Change of basis matrix

It was a -dimensional vector space over the field (for example, the field of real numbers ). In two ordered bases are given, and. The change of basis matrix for the change of basis from to is a matrix. It is the projection matrix of the identity mapping on with respect to the bases in the prototype and in the picture:

They are obtained by representing the vectors of the old base as linear combinations of the vectors of the new base:

The coefficients are the th column of the change of basis matrix

This matrix is square and invertible and thus an element of the general linear group. Its inverse describes according to the change of basis from back.

Special cases

An important special case is the case, that the vector space is consistent with the coordinate space of the same. In this case, the basis vectors are column vectors

To the matrices

Can be summarized, which are referred to here for simplicity with the same letter as the corresponding bases. The condition

Then translated to be

That is,

The transformation matrix can be achieved by thus

Calculate the inverse matrix of the matrix.

In particular: Is the standard basis, the following applies. Is the standard basis, the following applies. Here, as in the foregoing, the base will be identified with the matrix, which is obtained by writing the base vectors and column vectors, and combining these to form a matrix.

Coordinate transformation

A vector I h respect to the base coordinates, d

And with respect to the coordinates of the new base so

If, as above, the vectors of the old base as a linear combination of the new base is, we obtain

Here, the above-defined entries in the change of basis matrix. By comparing coefficients obtained

Or in matrix notation:

Or in short:

Base change in imaging matrices

The matrix representation of a linear map depends on the choice of bases in the original image and the target area. If you choose other bases, we obtain other imaging matrices.

Be one -dimensional and one -dimensional vector space over and a linear mapping. In are the parent bases and if, in the ordered bases and. Then for the representation matrices of respect and regard and or:

You will get this representation by

Writes.
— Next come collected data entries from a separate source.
/// The sample record as a thickener run: one outlet sample per frame.
fn thickener_sample() -> RunRecord {
    let mut r = sample(RunStatus::Complete);
    let samples = r
        .frames
        .iter()
        .enumerate()
        .map(|(i, f)| crate::record::OutletSample {
            time: f.time,
            feed_flow: 0.1,
            underflow_flow: 0.03,
            overflow_flow: 0.07,
            feed_concentration: 3.0,
            underflow_concentration: 9.0 + i as f64,
            overflow_concentration: 0.01 * i as f64,
            underflow_concentration_by_class: vec![4.0, 5.0 + i as f64],
            overflow_concentration_by_class: vec![0.01 * i as f64, 0.0],
            feed_solids_rate: 0.3,
            underflow_solids_rate: 0.03 * (9.0 + i as f64),
            overflow_solids_rate: 0.07 * 0.01 * i as f64,
            blanket_level: 0.1 * i as f64,
            solids_in: 9.0 * i as f64,
            solids_out_underflow: 8.0 * i as f64,
            solids_out_overflow: 0.5 * i as f64,
            inventory: 2.0 + 0.5 * i as f64,
            initial_inventory: 2.0,
            balance_residual: 1e-13 * i as f64,
        })
        .collect();
    r.outlets = Some(crate::record::OutletSeries {
        feed_level: 0.25,
        overflow_level: 0.4,
        blanket_threshold: 4.0,
        samples,
    });
    r
}

#[test]
fn thickener_outlets_are_written_as_time_series_with_units() {
    let scratch = Scratch::new("outlets");
    let path = scratch.0.join("tank.nc");
    let record = thickener_sample();
    write_netcdf(&record, &path).unwrap();
    let f = NcFile::open(&path).unwrap();
    assert_eq!(attr_text(&f, "vessel"), "thickener");
    let o = record.outlets.as_ref().unwrap();
    for (name, units, want) in [
        (
            "underflow_solids_concentration",
            "kg m-3",
            o.samples
                .iter()
                .map(|s| s.underflow_concentration)
                .collect::<Vec<_>>(),
        ),
        (
            "overflow_solids_mass_flow",
            "kg s-1",
            o.samples.iter().map(|s| s.overflow_solids_rate).collect(),
        ),
        (
            "blanket_level",
            "m",
            o.samples.iter().map(|s| s.blanket_level).collect(),
        ),
        (
            "solids_balance_residual",
            "kg",
            o.samples.iter().map(|s| s.balance_residual).collect(),
        ),
        ("feed_flow", "m3 s-1", vec![0.1; NT]),
    ] {
        assert_eq!(dims(&f, name), vec!["time"], "{name}");
        assert_eq!(
            var_attr_text(&f, name, "units").as_deref(),
            Some(units),
            "{name}"
        );
        assert!(var_attr_text(&f, name, "long_name").is_some(), "{name}");
        let (shape, got) = read_f64(&f, name);
        assert_eq!(shape, vec![NT]);
        assert_close(&got, &want, name);
    }
    let (shape, got) = read_f64(&f, "underflow_solids_concentration_by_class");
    assert_eq!(shape, vec![NT, NC]);
    assert_close(&got[2..4], &[4.0, 6.0], "by class, frame 1");
    let (_, lip) = read_f64(&f, "overflow_level");
    assert_eq!(lip, vec![0.4]);
    // A batch record has none of it.
    let batch = scratch.0.join("batch.nc");
    write_netcdf(&sample(RunStatus::Complete), &batch).unwrap();
    let f = NcFile::open(&batch).unwrap();
    assert!(f.variable("blanket_level").is_err());
    assert!(f.global_attribute("vessel").is_err());
}

#[test]
fn outlets_csv_has_one_row_per_frame() {
    let scratch = Scratch::new("outlets-csv");
    let nc = scratch.0.join("tank.nc");
    let csv = outlets_csv_path(&nc);
    assert_eq!(csv.file_name().unwrap(), "tank.outlets.csv");
    write_outlets_csv(&thickener_sample(), &csv).unwrap();
    let text = fs::read_to_string(&csv).unwrap();
    let rows: Vec<&str> = text.lines().filter(|l| !l.starts_with('#')).collect();
    assert_eq!(rows[0], OUTLETS_CSV_HEADER);
    assert_eq!(rows.len(), NT + 1);
    let cols = OUTLETS_CSV_HEADER.split(',').count();
    assert!(rows.iter().all(|r| r.split(',').count() == cols));
    // Row of frame 2: time 60 s, underflow 11 kg/m³.
    let cells: Vec<f64> = rows[3].split(',').map(|c| c.parse().unwrap()).collect();
    assert_eq!((cells[0], cells[5]), (60.0, 11.0));
    // Nothing is written for a batch record.
    let none = scratch.0.join("batch.outlets.csv");
    write_outlets_csv(&sample(RunStatus::Complete), &none).unwrap();
    assert!(!none.exists());
}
The imaging matrix of the concatenation is then the matrix product of the individual imaging matrices when the bases are chosen to match, ie: the base in the preimage of the base in the image of and in the preimage of the base in the picture and in the inverse image of, and the base in the image of. One thus gets:

An important special case is when an endomorphism and the prototype image and each has the same base or used. Then:

So Substituting, the following applies

The imaging matrices and are thus similar.

Example

We consider two bases and with

And

The coordinate representation of the vectors, the vectors described with respect to the standard basis.

The transformation of the coordinates of a vector

Results with the representation of the old basis vectors with respect to the new base and their weighting.

To calculate the matrix of the basis transformation from to, we need the three linear systems of equations

Solved for the nine unknowns.

This can be done using the Gauss-Jordan algorithm for all three systems of equations simultaneously. To the following linear equation system is set up:

By forming with elementary row operations can be brought to the unit matrix, and on the right is obtained as the solution of the system, the transformation matrix, the left side

We consider the vector, ie the vector of the coordinates relative to the base

Possesses. To calculate the coordinates with respect to, we need to multiply the transformation matrix of this column vector:

So is.

In fact, one expects as a sample is easy to check that

Applies.

Applications

Basiswechselmatrizen have a variety of applications in mathematics and physics.

In mathematics

An application of Basiswechselmatrizen in mathematics is the change in shape of the image matrix of a linear mapping, in order to simplify the calculation.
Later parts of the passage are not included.